Vide […] i cieli lontanissimi, gli alberi, le cupole, le torri, la laguna estrema su cui s’inclinava la faccia del crepuscolo, i Colli Euganei ceruli e quieti come le ali ripiegate della terra nel riposo della sera 1.

Sono poi, nella fantasticheria di Stelio che vagheggia un pellegrinaggio da compiere insieme a Foscarina presso l’ultima dimora di Petrarca, ancor più alati che le ali stesse: divengono velature d’aria, petali di pesco nel vento, rosate conchiglie memori di un’origine marina: non appartengono, dunque, veramente alla terra (così come alla terra sola, del resto, non appartiene la poesia):

“Guardate laggiù i Colli Euganei, Foscarina. Se il vento si leva, andranno vagando per l’aria come veli, ci passeranno sul capo. Non li ho mai veduti così trasparenti… Un giorno vorrei andare con voi ad Arquà. I villaggi sono rosei laggiù come le conchiglie che si trovano nella terra a miriadi. Quando arriveremo, le prime gocce d’una pioggerella improvvisa toglieranno qualche petalo ai fiori dei peschi. Ci fermeremo sotto un arco del Palladio, per non bagnarci. Poi cercheremo la fontana del Petrarca, senza domandare a nessuno la via. […] Volete che andiamo, un giorno di primavera, ad Arquà?” 2

"Evoluzioni" Lara Breda - Colli Euganei

Sono, per Foscarina, la gentilezza del mondo:

Ella ripensò i Colli Euganei, i villaggi rosei come le conchiglie fossili, le prime gocce della pioggia su le foglie nuove, la fontana del Petrarca, tutte le gentili cose.
– La vita ancóra potrebbe essere dolce! – sospirò, con una voce che fu il miracolo della speranza in punto di rinascere 3.

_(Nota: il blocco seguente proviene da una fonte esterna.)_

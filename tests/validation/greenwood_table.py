"""Simulate the null law of the Greenwood statistic and write the table the package ships.

    python tests/validation/greenwood_table.py --draws 1000000 \
        --out src/scantling/diagnostics/greenwood_table.py

Under exponential excesses G = k sum Y^2 / (sum Y)^2 is free of parameters. For each k the
upper points of (G - mean) / sd are simulated, mean and sd being the exact ones (uniform
spacings, Greenwood (1946), Journal of the Royal Statistical Society 109).
"""

from __future__ import annotations

import argparse
from pathlib import Path

import numpy as np

COUNTS = (3, 4, 5, 6, 8, 10, 15, 25, 38, 50, 75, 100, 150, 300, 750, 1500)
PROBABILITIES = (
    0.999, 0.99, 0.95, 0.9, 0.75, 0.5, 0.25, 0.1, 0.05, 0.025, 0.01,
    5e-3, 2.5e-3, 1e-3, 5e-4, 2.5e-4, 1e-4, 5e-5, 2e-5,
)  # fmt: skip


def standardised_points(count: int, draws: int, seed: int) -> list[float]:
    """Upper points of the standardised statistic for `count` excesses."""
    rng = np.random.default_rng([seed, count])
    chunk = max(1, 4_000_000 // count)
    values = []
    for start in range(0, draws, chunk):
        excess = rng.standard_exponential((min(chunk, draws - start), count))
        values.append(count * (excess**2).sum(axis=1) / excess.sum(axis=1) ** 2)
    mean = 2 * count / (count + 1)
    variance = 4 * count**2 * (count - 1) / ((count + 1) ** 2 * (count + 2) * (count + 3))
    standard = (np.concatenate(values) - mean) / np.sqrt(variance)
    return [round(float(v), 4) for v in np.quantile(standard, [1 - p for p in PROBABILITIES])]


def main() -> None:
    """Write the table as a Python module of constants."""
    parser = argparse.ArgumentParser(description=__doc__.splitlines()[0])
    parser.add_argument("--draws", type=int, default=1_000_000)
    parser.add_argument("--seed", type=int, default=1)
    parser.add_argument("--out", type=Path, required=True)
    options = parser.parse_args()
    lines = [
        '"""Upper points of the standardised Greenwood statistic under exponential excesses.',
        "",
        f"Simulated with {options.draws} draws a count, seed {options.seed}, by",
        "tests/validation/greenwood_table.py; do not edit by hand.",
        '"""',
        "",
        f"UPPER_PROBABILITIES = {PROBABILITIES!r}",
        "",
        "UPPER_POINTS: dict[int, tuple[float, ...]] = {",
    ]
    for count in COUNTS:
        points = ", ".join(str(v) for v in standardised_points(count, options.draws, options.seed))
        lines.append(f"    {count}: ({points}),")
        print(lines[-1], flush=True)
    options.out.write_text("\n".join([*lines, "}", ""]), encoding="utf-8")


if __name__ == "__main__":
    main()
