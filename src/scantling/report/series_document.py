"""JSON of the diagnostics stage alone: schema scantling-diagnosis/1."""

from __future__ import annotations

import json
from typing import Any

from scantling.report.diagnosis_document import (
    diagnosis_part,
    finding_part,
    opinion_part,
    tail_part,
    unknown_tail,
    worth_part,
)
from scantling.report.document import design_part, law_part, receipt_part
from scantling.report.record import DesignDiagnosis, SeriesReport
from scantling.report.values import number

SCHEMA = "scantling-diagnosis/1"


def design_diagnosis_json(report: DesignDiagnosis) -> str:
    """The diagnostics of a design."""
    return _text(
        {
            "schema": SCHEMA,
            "title": report.design.title,
            "design": design_part(report),
            "diagnosis": diagnosis_part(report),
            "law": law_part(report),
            "cautions": list(report.diagnosis.warnings),
            "receipt": receipt_part(report.receipt),
        }
    )


def series_json(report: SeriesReport) -> str:
    """The diagnostics of one series."""
    found = report.diagnosis
    series: dict[str, Any] = {
        "rows": found.rows,
        "time_ordered": report.time_ordered,
        "tail": tail_part(found.tail) if found.tail else unknown_tail(found.note),
        "sides": [tail_part(side) for side in found.sides],
        "opinions": [opinion_part(opinion) for opinion in found.opinions],
        "moments": {str(m.order): m.answer for m in found.moments},
        "moment_reasons": {str(m.order): m.reason for m in found.moments},
        "dependence": [finding_part(finding) for finding in found.dependence],
        "extremes_against_law": [
            {"rank": rank, "observed": number(seen), "median": number(median), "high": number(high)}
            for rank, seen, median, high in report.extremes
        ],
    }
    series |= worth_part(found.worth)
    return _text(
        {
            "schema": SCHEMA,
            "title": report.source.name,
            "series": series,
            "law": law_part(report),
            "cautions": list(found.warnings),
            "receipt": receipt_part(report.receipt),
        }
    )


def _text(document: dict[str, Any]) -> str:
    return json.dumps(document, indent=2, ensure_ascii=False, allow_nan=False) + "\n"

Creature forti, ma quiete nel riposo che calma la febbre interiore di chi le contempli, i Colli Euganei sono soffi di primavera, petali del sentimento e della poesia, ricordo di un amore antico e promessa di un altro amore. Nel sogno di Foscarina, semplicemente (semplicemente?) sono questo: soavità possibile di una vita nuova.

1 Gabriele d’Annunzio, Il Fuoco, a cura di Niva Lorenzini, Milano, Mondadori, 1996, p. 137. La medesima immagine, che trasfigura i Colli Euganei nelle grandi ali reclini della terra assopita, compare verso la conclusione del romanzo, formulata con identiche parole (il soggetto del verbo reggente, “vedere”, risulta però plurale). Cfr. ivi, p. 321.
2 Ivi, pp. 210-211.
3 Ivi, p. 222; sulla rinascente dolcezza dell’esistere, cfr. anche ivi, p. 225.